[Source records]
=====
@pytest.mark.parametrize("pol", ["s", "p"])
def test_flux_into_lossy_exit_medium_against_tmm(pol):
    """p flux factor Re(kz conj(eps))/|eps| differs from Re(kz) in a lossy medium."""
    n_h, n_s = 1.0, 0.5 + 2.5j  # strongly absorbing substrate, illustrative
    q = _orders_from_angles(n_h, ANGLES_DEG)
    res = stack_coefficients(q, K0, n_h**2, [1.6**2], [30 * NM], n_s**2)
    T = power_flux_ratio(_coefficient(res, "t", pol), q, K0, n_h**2, n_s**2, pol)
    for w, lam_nm in enumerate(WAVELENGTHS_NM):
        for j, ang in enumerate(ANGLES_DEG):
            ref = tmm.coh_tmm(pol, [n_h, 1.6, n_s], [np.inf, 30.0, np.inf],
                              np.deg2rad(ang), lam_nm)  # tmm (reference library)
            assert abs(T[w, j] - ref["T"]) < 1e-10


@pytest.mark.parametrize("pol", ["s", "p"])
@pytest.mark.parametrize("n", [1.5, 0.3 + 3.0j, 2.0 + 0.5j])
@pytest.mark.parametrize("Q", [0.0, 0.4, 1.3, 3.0])
def test_flux_factor_from_explicit_poynting_vector(pol, n, Q):
    """S_z = (1/2) Re(E x conj(H))_z from explicit 3-vectors of one downgoing wave."""
    k0 = np.array([1.0e7])
    q = np.array([[Q * k0[0]]])
    kz = normal_wavenumber(q, k0, n**2)[0, 0]
    k = n * k0[0]
    k_hat = np.array([q[0, 0], 0.0, -kz]) / k
    s_hat = np.array([0.0, 1.0, 0.0])  # z_hat x q_hat with q along x
    e = s_hat if pol == "s" else np.cross(s_hat, k_hat)
    z0_h = n * np.cross(k_hat, e)  # Faraday's law for a plane wave, Z0 H = n k_hat x E
    # Born & Wolf §1.1.4 (Poynting vector); per unit Z0: S_z = 0.5 Re(E x conj(Z0 H))_z
    s_z = 0.5 * np.real(np.cross(e, np.conj(z0_h)))[2]
    expected = -flux_factor(q, k0, n**2, pol)[0, 0] / (2 * k0[0])  # downgoing: S_z < 0
    assert abs(s_z - expected) < 1e-14


# ---------------------------------------------------------------------------
# Evanescent orders: literal Fresnel formulas and the boundary conditions.


def _born_wolf_fresnel(n1, n2, Q):
    """Born & Wolf §1.5.2 with complex cos(theta): n_j cos(theta_j) = kz_j/k0."""
    c1 = np.sqrt(n1**2 - Q**2 + 0j)
    c2 = np.sqrt(n2**2 - Q**2 + 0j)
    c1 = np.where(c1.imag < 0, -c1, c1)  # decaying branch, Im >= 0
    c2 = np.where(c2.imag < 0, -c2, c2)
    cos1, cos2 = c1 / n1, c2 / n2
    r_s = (n1 * cos1 - n2 * cos2) / (n1 * cos1 + n2 * cos2)
    r_p = (n2 * cos1 - n1 * cos2) / (n2 * cos1 + n1 * cos2)
    t_s = 2 * n1 * cos1 / (n1 * cos1 + n2 * cos2)
    t_p = 2 * n1 * cos1 / (n2 * cos1 + n1 * cos2)
    return r_s, r_p, t_s, t_p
=====
**WHAT NEEDS TO BE DONE:**
Print each record again. Nothing may be left out.

**REPLY:**
@pytest.mark.parametrize("pol", ["s", "p"])
def test_flux_into_lossy_exit_medium_against_tmm(pol):
    """p flux factor Re(kz conj(eps))/|eps| differs from Re(kz) in a lossy medium."""
    n_h, n_s = 1.0, 0.5 + 2.5j  # strongly absorbing substrate, illustrative
    q = _orders_from_angles(n_h, ANGLES_DEG)
    res = stack_coefficients(q, K0, n_h**2, [1.6**2], [30 * NM], n_s**2)
    T = power_flux_ratio(_coefficient(res, "t", pol), q, K0, n_h**2, n_s**2, pol)
    for w, lam_nm in enumerate(WAVELENGTHS_NM):
        for j, ang in enumerate(ANGLES_DEG):
            ref = tmm.coh_tmm(pol, [n_h, 1.6, n_s], [np.inf, 30.0, np.inf],
                              np.deg2rad(ang), lam_nm)  # tmm (reference library)
            assert abs(T[w, j] - ref["T"]) < 1e-10


@pytest.mark.parametrize("pol", ["s", "p"])
@pytest.mark.parametrize("n", [1.5, 0.3 + 3.0j, 2.0 + 0.5j])
@pytest.mark.parametrize("Q", [0.0, 0.4, 1.3, 3.0])
def test_flux_factor_from_explicit_poynting_vector(pol, n, Q):
    """S_z = (1/2) Re(E x conj(H))_z from explicit 3-vectors of one downgoing wave."""
    k0 = np.array([1.0e7])
    q = np.array([[Q * k0[0]]])
    kz = normal_wavenumber(q, k0, n**2)[0, 0]
    k = n * k0[0]
    k_hat = np.array([q[0, 0], 0.0, -kz]) / k
    s_hat = np.array([0.0, 1.0, 0.0])  # z_hat x q_hat with q along x
    e = s_hat if pol == "s" else np.cross(s_hat, k_hat)
    z0_h = n * np.cross(k_hat, e)  # Faraday's law for a plane wave, Z0 H = n k_hat x E
    # Born & Wolf §1.1.4 (Poynting vector); per unit Z0: S_z = 0.5 Re(E x conj(Z0 H))_z
    s_z = 0.5 * np.real(np.cross(e, np.conj(z0_h)))[2]
    expected = -flux_factor(q, k0, n**2, pol)[0, 0] / (2 * k0[0])  # downgoing: S_z < 0
    assert abs(s_z - expected) < 1e-14


# ---------------------------------------------------------------------------
# Evanescent orders: literal Fresnel formulas and the boundary conditions.


def _born_wolf_fresnel(n1, n2, Q):
    """Born & Wolf §1.5.2 with complex cos(theta): n_j cos(theta_j) = kz_j/k0."""
    c1 = np.sqrt(n1**2 - Q**2 + 0j)
    c2 = np.sqrt(n2**2 - Q**2 + 0j)
    c1 = np.where(c1.imag < 0, -c1, c1)  # decaying branch, Im >= 0
    c2 = np.where(c2.imag < 0, -c2, c2)
    cos1, cos2 = c1 / n1, c2 / n2
    r_s = (n1 * cos1 - n2 * cos2) / (n1 * cos1 + n2 * cos2)
    r_p = (n2 * cos1 - n1 * cos2) / (n2 * cos1 + n1 * cos2)
    t_s = 2 * n1 * cos1 / (n1 * cos1 + n2 * cos2)
    t_p = 2 * n1 * cos1 / (n2 * cos1 + n1 * cos2)
    return r_s, r_p, t_s, t_p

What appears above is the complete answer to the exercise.